I think patience is the only catalyst needed here; the fundamentals, without Mobil are fantastic, and at some point investors will be in a position where they can not ignore/wait on the sides if they want to enjoy a share of the SEPL cake. As discussed before, there is little of that cake available, so if you want a bite, you are going to have to pay for it.
I think if you are investing (as opposed to trading), the trajectory here is exceptional and sustainable for a long time. When investors wake up this will shoot up, maybe not exponentially SP wise, but certainly yield wise. If your patient with a medium to long term investment here, the fundamentals will out.
Marginal daily gains despite the robust oil price, but traded volumes are still minimal for a $900m mkt cap stock - if you want to pick up SEPL in volume, you need to pay up for it. That means a higher share price. Most holders won't sell to you at these farcical levels. The share price may be lagging, but shares aren't changing hands. That will have to change, presumably. I'm looking for some catalysts materialising, such as commissioning of this pipeline. And another bumper set of quarterly results.
"People Who Constantly Point Out Grammar Mistakes Are Pretty Much Jerks, Scientists Find"

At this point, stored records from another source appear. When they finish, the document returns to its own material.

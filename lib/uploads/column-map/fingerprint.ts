import { createHash } from 'node:crypto'

/** Fingerprint of a header row, units included: the same instrument's next file has the same one. Case, accents, spaces and the sheet's name do not count. */
export function fingerprint(headers: readonly string[]): string {
  const normal = headers.map((header) => header.normalize('NFKC').toLowerCase().replace(/\s+/g, ' ').trim())
  return createHash('sha256').update(normal.join('\u001f')).digest('hex')
}
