describe('edits', () => {
  test('the ETag of what was read is asked for, holds once, and not for something else', async () => {
    const made = await ask('lead', 'POST', '/samples', { body: { code: fresh(), name: 'New' } })
    const { id } = withId.parse(made.body)
    expect([made.etag, made.location]).toEqual([`W/"${id}.1"`, `/api/v1/samples/${id}`])
    const read = await ask('lead', 'GET', `/samples/${id}`)
    expect([read.etag, read.body]).toEqual([made.etag, made.body])
    const edit = (headers: Record<string, string>) =>
      ask('lead', 'PATCH', `/samples/${id}`, { body: { notes: 'dried' }, headers })
    expect((await edit({})).status).toBe(428)
    expect((await edit({ 'If-Match': `W/"${lab.own.sample.id}.1"` })).status).toBe(412)
    const first = await edit({ 'If-Match': read.etag ?? '' })
    expect([first.status, first.etag]).toEqual([200, `W/"${id}.2"`])
    const second = await edit({ 'If-Match': read.etag ?? '' })
    expect([second.status, second.body]).toMatchObject([412, { code: 'stale', details: { current: first.body } }])
  })

  test('a run from logging to decision', async () => {
    const made = await ask('technician', 'POST', '/runs', { body: runBody() })
    const { id } = withId.parse(made.body)
    const seen = { headers: { 'If-Match': made.etag ?? '' } }
    expect((await ask('technician', 'POST', `/runs/${id}/hand-in`)).status).toBe(428)
    const handedIn = await ask('technician', 'POST', `/runs/${id}/hand-in`, seen)
    expect([handedIn.status, handedIn.body]).toMatchObject([200, { state: 'handed-in', version: 2 }])
    expect((await ask('technician', 'POST', `/runs/${id}/hand-in`, seen)).status).toBe(412)
    const now = { 'If-Match': handedIn.etag ?? '' }
    expect((await ask('researcher', 'POST', `/runs/${id}/hand-in`, { headers: now })).status).toBe(409)
    const decided = await ask('lead', 'POST', `/runs/${id}/decision`, {
      body: { decision: 'counts', reason: 'balance closes' },
      headers: now,
    })
    expect([decided.status, decided.body]).toMatchObject([
      200,
      { state: 'decided', decision: 'counts', decisionReason: 'balance closes', version: 3 },
    ])
  })
})

describe('requests that are not as described', () => {
  test.each([
    { name: 'a field too many', body: () => ({ ...runBody(), state: 'decided' }), status: 400 },
    { name: 'a field too few', body: () => ({ campaignId: lab.own.campaign.id }), status: 400 },
    {
      name: 'an instant without its offset',
      body: () => ({ ...runBody(), startedAt: '2026-03-02T07:30' }),
      status: 400,
    },
    { name: 'no JSON', body: () => '{', status: 400 },
    { name: 'another type', body: runBody, type: 'text/plain', status: 415 },
    { name: 'a channel the rig has not', body: () => ({ ...runBody(), channel: '9' }), status: 422 },
    { name: 'a code taken already', body: () => ({ ...runBody(), code: 'R-0001' }), status: 409 },
  ])('$name: $status', async ({ body, type, status }) => {
    const before = (await trail()).length
    const answer = await ask('lead', 'POST', '/runs', { body: body(), ...(type === undefined ? {} : { type }) })
    expect(answer.status).toBe(status)
    expect((await trail()).length).toBe(before)
  })

  test.each([
    { query: '?limit=0' },
    { query: '?limit=501' },
    { query: '?limit=many' },
    { query: '?state=lost' },
    { query: '?sort=code' },
    { query: '?cursor=e30.AAAA' },
    { query: '?state=open&state=decided' },
  ])('a list asked $query: 400', async ({ query }) => {
    expect((await ask('lead', 'GET', `/runs${query}`)).status).toBe(400)
  })
})

test('the same creating request twice makes one run and answers alike; another under its key is refused', async () => {
  const headers = { 'Idempotency-Key': '6a2f1e08-3c37-4d0c-9a51-8a8a8c1f77aa' }
  const body = runBody()
  const first = await ask('lead', 'POST', '/runs', { body, headers })
  const before = (await trail()).length
  const again = await ask('lead', 'POST', '/runs', { body, headers })
  expect([again.status, again.body, again.etag]).toEqual([201, first.body, first.etag])
  expect((await ask('lead', 'POST', '/runs', { body: { ...body, notes: 'x' }, headers })).status).toBe(422)
  expect((await trail()).length).toBe(before)
})
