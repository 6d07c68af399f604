import { type ColumnMapSpecification, type MappedColumn } from '../../domain/column-map'
import { type FileReading, type Problem } from '../../domain/intake'
import { type ProblemInput, ProblemList } from '../problem-list'

export interface AppliedReading extends FileReading {
  /** true where rows lie in an hour that the clock shows twice and nothing tells which */
  readonly hasUnsettledHour: boolean
}

export function emptyReading(specification: ColumnMapSpecification, problems: readonly Problem[]): AppliedReading {
  return {
    kind: specification.kind === 'analyser' ? 'injections' : 'rig-log',
    rowCount: 0,
    channels: [],
    problems,
    specification,
    hasUnsettledHour: false,
  }
}

export function nothingRead(rowCount: number): readonly Problem[] {
  if (rowCount > 0) return []
  const list = new ProblemList()
  list.add({
    code: 'empty-file',
    severity: 'fatal',
    expected: 'at least one row with a time',
    sentence:
      'Not a single row could be read with these meanings and units. Compare them with the first rows of the file.',
  })
  return list.list()
}

export function notNumber(line: number, column: MappedColumn, found: string, mark: '.' | ','): ProblemInput {
  return {
    code: 'not-a-number',
    severity: 'problem',
    line,
    column: column.header,
    found,
    expected: `a number with a decimal ${mark === '.' ? 'point' : 'comma'}, or a marker for a missing value`,
    sentence: `Line ${String(line)}, “${column.header}”: “${found.slice(0, 60)}” is not a number with a decimal ${mark === '.' ? 'point' : 'comma'}. The value is taken as missing.`,
  }
}

/** A column of injection numbers has none in this row. The place that stands in for it can be a number that another injection has. */
export function notNumbered(line: number, column: MappedColumn, found: string, place: number): ProblemInput {
  return {
    code: 'not-a-number',
    severity: 'problem',
    line,
    column: column.header,
    found,
    expected: 'the number of the injection',
    sentence: `Line ${String(line)}, “${column.header}”: “${found.slice(0, 60)}” is not the number of an injection. It is counted by its place, as ${String(place)}.`,
  }
}

export function overRange(line: number, column: MappedColumn, found: string): ProblemInput {
  return {
    code: 'out-of-range',
    severity: 'note',
    line,
    column: column.header,
    found,
    expected: 'a number',
    sentence: `Line ${String(line)}, “${column.header}”: the instrument was out of its range (“${found.slice(0, 40)}”). The value is taken as missing.`,
  }
}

"this paper, which was published in PLOS One in 2016, was actually the first time researchers were able to show that a person's personality traits can actually determine how they respond to typos and grammatical errors"
Imagine revealing one's own pedantic personality traits on social media ... and thinking one deserves to be taken seriously?
Ha Ha Ha Ha Ha
:)
nowt wrong with a MORNICator; so ironic, to post sardonic suggesting MORNIC. How catatonic!
"It's not a competition re SAVE and SEPL. "
Given the common sector and common regions of production, it should hardly be a surprise that both share price trends have a high degree of correlation save for SAVE coming out of suspension recently, and seplat taking a hit from uncertainty of the Exxon deal ... but with the limited time available the correlation across the two looks to be north of 80% ...
While:
"rather than the ****ging of individuals, that are focused on SEPL."
... is quite a mornic comment on a Seplat thread .... here is a prediction ... Chad oil workers will go back on strike demanding higher wages ... SAVE shareprice plunges, takes another plunge on the back of the Ukraine war ending, then a further plunge with another world recession in 2023 .... with Seplat following.
Dear oh dear.
raxfactor; yes, some good contributions from seatank - i'm almost identically aligned on his thinking/investment both here and in this wider arena.
Your thoughts are none too shabby either. So thanks for them , which i am also pretty much aligned with!
So refreshing to see posts on a stock BB that are there to educate our understanding, our investment decisions, rather than the ****ging of individuals, that are focused on SEPL.